Zgłoszenie do moderatora
Jeżeli uważasz, że ta wiadomość łamie regulamin naszego forum lub netykietę albo w inny sposób narusza zasady dyskusji - zgłoś to do moderatora.
Zgłaszana wiadomość
Temat: Re: Dalszy rozwój licencji...
Autor: Łukasz Aranowski
Data: 2008-12-15 16:39:23
Czołem!
[cytat]Z drugiej strony, gdyby wprowadzić licencje dla polityków, posłów, ministrów, prezydentów itd, może nie wymyślano by projektów takich ustaw, jakimi chcą nas uszczęśliwić "wybrańcy narodu".[/cytat]
Jak się urządza wybory w chlewie, to trudno aby wygrał w nich orzeł. Ktoś wszak na nich wszystkich zagłosował, głosuje nadal i głosować będzie. Ci sami ludzie, kiedy ja np. na naszym Forum od lat gardłuję przeciwko kolejnym idiotycznym ograniczeniom wolności obywatelskiej nazywają mnie "oszołomem", a poglądy wolnościowe "utopią".
Żadne licencje nie pomogą na jakość. Również polityków. Jedyne co pomoże, to KONSTYTUCYJNY zakaz ingerowania w gospodarkę i CAŁKOWITE jej uwolnienie. Kiedy polityk nie będzie miał na gospodarkę żadnego wpływu - nie będzie jego stanowisko kusiło głupców i złodziei.
Najgorsze jest to, że im bardziej jesteśmy oszukiwani, tym bardziej temu zaprzeczamy. Zmiany wydają nam się oczekiwane i konieczne. Wydajność sejmu mierzymy liczbą uchwalonych ustaw, a rządu (władzy wykonawczej!) liczbą ustaw zaproponowanych. I nikt się tej paranoi nie dziwi. Kiedy dyskutowaliśmy w ostatnim rekordowym wątku o nowym kształcie Ustawy o Usługach Turystycznych, to moje twierdzenie, iż w ogóle nie powinno być takiej ustawy było uważane za stanowisko skrajne, a większość dyskusji poszła w kierunku tego, czy wolimy być tylko kneblowani, czy dodatkowo przywiązywani do drzewa.

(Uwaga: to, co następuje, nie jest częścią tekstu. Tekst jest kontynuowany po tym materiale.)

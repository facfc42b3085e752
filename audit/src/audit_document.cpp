#include "stepledger/audit/audit_document.h"

#include <algorithm>
#include <chrono>
#include <cmath>
#include <cstdio>
#include <ctime>
#include <fstream>
#include <numeric>
#include <sstream>
#include <system_error>

#include "stepledger/audit/atomic_file.h"
#include "stepledger/audit/canonical_json.h"
#include "stepledger/audit/model_json.h"
#include "stepledger/audit/route_json.h"
#include "stepledger/engine/errors.h"
#include "stepledger/engine/fingerprint.h"
#include "stepledger/selection/criterion.h"

#ifndef STEPLEDGER_TOOL_VERSION
#define STEPLEDGER_TOOL_VERSION "unknown"
#endif
#ifndef STEPLEDGER_GIT_COMMIT
#define STEPLEDGER_GIT_COMMIT "unknown"
#endif
#ifndef STEPLEDGER_BUILD_COMPILER
#define STEPLEDGER_BUILD_COMPILER "unknown"
#endif
#ifndef STEPLEDGER_BUILD_BLAS
#define STEPLEDGER_BUILD_BLAS "unknown"
#endif
#ifndef STEPLEDGER_BUILD_TYPE
#define STEPLEDGER_BUILD_TYPE "unknown"
#endif

namespace stepledger {
namespace {

using json = nlohmann::json;

std::string Hex(std::string_view bytes) { return ToHex(Sha256(bytes)); }

std::string FormatShort(double value) {
  char buffer[32];
  std::snprintf(buffer, sizeof buffer, "%.4g", value);
  return buffer;
}

json ToolJson() {
  return {{"name", "stepledger"},
          {"version", STEPLEDGER_TOOL_VERSION},
          {"commit", STEPLEDGER_GIT_COMMIT},
          {"build",
           {{"compiler", STEPLEDGER_BUILD_COMPILER},
            {"blas", STEPLEDGER_BUILD_BLAS},
            {"build_type", STEPLEDGER_BUILD_TYPE}}}};
}

json SettingsJson(const AuditRunOptions& options) {
  return {{"delimiter", std::string(1, options.csv.delimiter)},
          {"threads", options.threads},
          {"confidence_level", options.fit.confidence_level},
          {"max_refinement_passes", options.fit.max_refinement_passes},
          {"refinement_tolerance", options.fit.refinement_tolerance},
          {"alias_tolerance", options.fit.kernel.alias_tolerance},
          {"vif_caution", options.vif_caution},
          {"diagnostics", options.diagnostics}};
}

json ColumnJson(const ColumnProfile& column) {
  json out{{"name", column.name},
           {"type", ToString(column.kind)},
           {"present", column.present},
           {"missing", column.missing}};
  const bool numeric = column.kind == ColumnKind::kNumeric;
  out["min"] = numeric ? NumberOrNull(column.min) : json(nullptr);
  out["max"] = numeric ? NumberOrNull(column.max) : json(nullptr);
  out["mean"] = numeric ? NumberOrNull(column.mean) : json(nullptr);
  out["sd"] = numeric ? NumberOrNull(column.sd) : json(nullptr);
  json levels = json::array();
  if (column.kind == ColumnKind::kCategorical) {
    for (const LevelCount& level : column.levels) {
      levels.push_back({{"level", level.level}, {"count", level.count}});
    }
  }
  out["levels"] = std::move(levels);
  out["too_many_levels"] = column.too_many_levels;
  return out;
}

json DataJson(const AuditRun& run) {
  json columns = json::array();
  for (const ColumnProfile& column : run.profile.columns) columns.push_back(ColumnJson(column));
  return {{"file", run.data_file_name},
          {"sha256", run.data_sha256},
          {"bytes", run.data_bytes},
          {"fingerprint_block_bytes", DataFingerprint::kBlockBytes},
          {"rows_read", run.accounting.rows_read},
          {"rows_used", run.accounting.rows_used},
          {"rows_dropped", RowsDroppedJson(run.accounting)},
          {"missing", run.plan.plan.missing_tokens},
          {"columns", std::move(columns)}};
}

json DesignJson(const Design& design) {
  json columns = json::array();
  for (const DesignColumn& column : design.columns) {
    columns.push_back({{"name", column.name},
                       {"term", column.term == kNoTerm ? std::string("intercept")
                                                       : design.terms[column.term].name}});
  }
  json terms = json::array();
  for (std::size_t index = 0; index < design.terms.size(); ++index) {
    const DesignTerm& term = design.terms[index];
    json column_names = json::array();
    for (std::size_t column : design.TermColumns(index)) column_names.push_back(design.columns[column].name);
    json parts = json::array();
    for (std::size_t part : term.parts) parts.push_back(design.terms[part].name);
    json entry{{"name", term.name},
               {"kind", ToString(term.kind)},
               {"columns", std::move(column_names)},
               {"parts", std::move(parts)}};
    entry["source_column"] = term.source_column.empty() ? json(nullptr) : json(term.source_column);
    if (term.kind == TermKind::kPower) entry["degree"] = term.degree;
    if (term.kind == TermKind::kCategorical) {
      entry["baseline"] = term.baseline;
      entry["levels"] = term.levels;
    }
    terms.push_back(std::move(entry));
  }
  json skipped = json::array();
  for (const auto& [term, reason] : design.skipped) skipped.push_back({{"term", term}, {"reason", reason}});
  return {{"response", design.response},
          {"response_transform", ToString(design.response_transform)},
          {"intercept", design.intercept},
          {"weights", design.weights ? json(*design.weights) : json(nullptr)},
          {"columns", std::move(columns)},
          {"terms", std::move(terms)},
          {"skipped", std::move(skipped)}};
}

json SearchJson(const SearchResult& search) {
  json excluded = json::array();
  for (const ExcludedTerm& term : search.excluded) {
    excluded.push_back({{"term", term.term}, {"reason", term.reason}});
  }
  return {{"method", ToString(search.method)},
          {"criterion", ToString(search.criterion)},
          {"outcome", ToString(search.outcome)},
          {"stop_rule", search.stop_rule},
          {"excluded", std::move(excluded)},
          {"final_terms", search.final_terms},
          {"final_criterion_value", NumberOrNull(search.final_criterion_value)},
          {"final_rss", NumberOrNull(search.final_rss)},
          {"n", CountJson(search.n)},
          {"tss", NumberOrNull(search.tss)},
          {"cp_sigma2", NumberOrNull(search.cp_sigma2)},
          {"subsets_evaluated", search.subsets_evaluated}};
}

json NumericsJson(const AuditRun& run) {
  return {{"alias_tolerance", run.fit.alias_tolerance},
          {"rank", run.fit.k},
          {"design_columns", run.design.column_count()},
          {"aliased_columns", run.fit.aliased_columns},
          {"rcond", NumberOrNull(run.fit.rcond)},
          {"refinement_passes", run.fit.refinement_passes},
          {"refinement_correction", NumberOrNull(run.fit.refinement_correction)},
          {"refinement_tolerance", run.options.fit.refinement_tolerance},
          {"tie_relative_tolerance", kTieRelativeTolerance},
          {"replay_relative_tolerance", 1e-9}};
}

Wyobraźmy sobie takie malownicze porównanie. Otóż w 1943 roku zaprowadzamy demokrację w III Rzeszy (albo w Związku Sowieckim - wszystko jedno). I wychodzi ktoś na mównicę sejmową i domaga się natychmiastowej likwidacji obozów koncentracyjnych (w ZSRR - gułagów) i bezwarunkowego uwolnienia wszystkich trzymanych tam jeńców. A reszta posłów nazywa go oszołomem i twardo pracuje nad ustawą mającą na celu poprawienie więźniom tych obozów bytu. Oszołoma wyśmiewają prasa, radio i telewizja (już wtedy była), a "zdroworozsądkowi" posłowie głowią się nad rozwiązaniem wyważonym i nie skrajnym.
Oto obraz dzisiejszego ustroju i świadomości obywateli.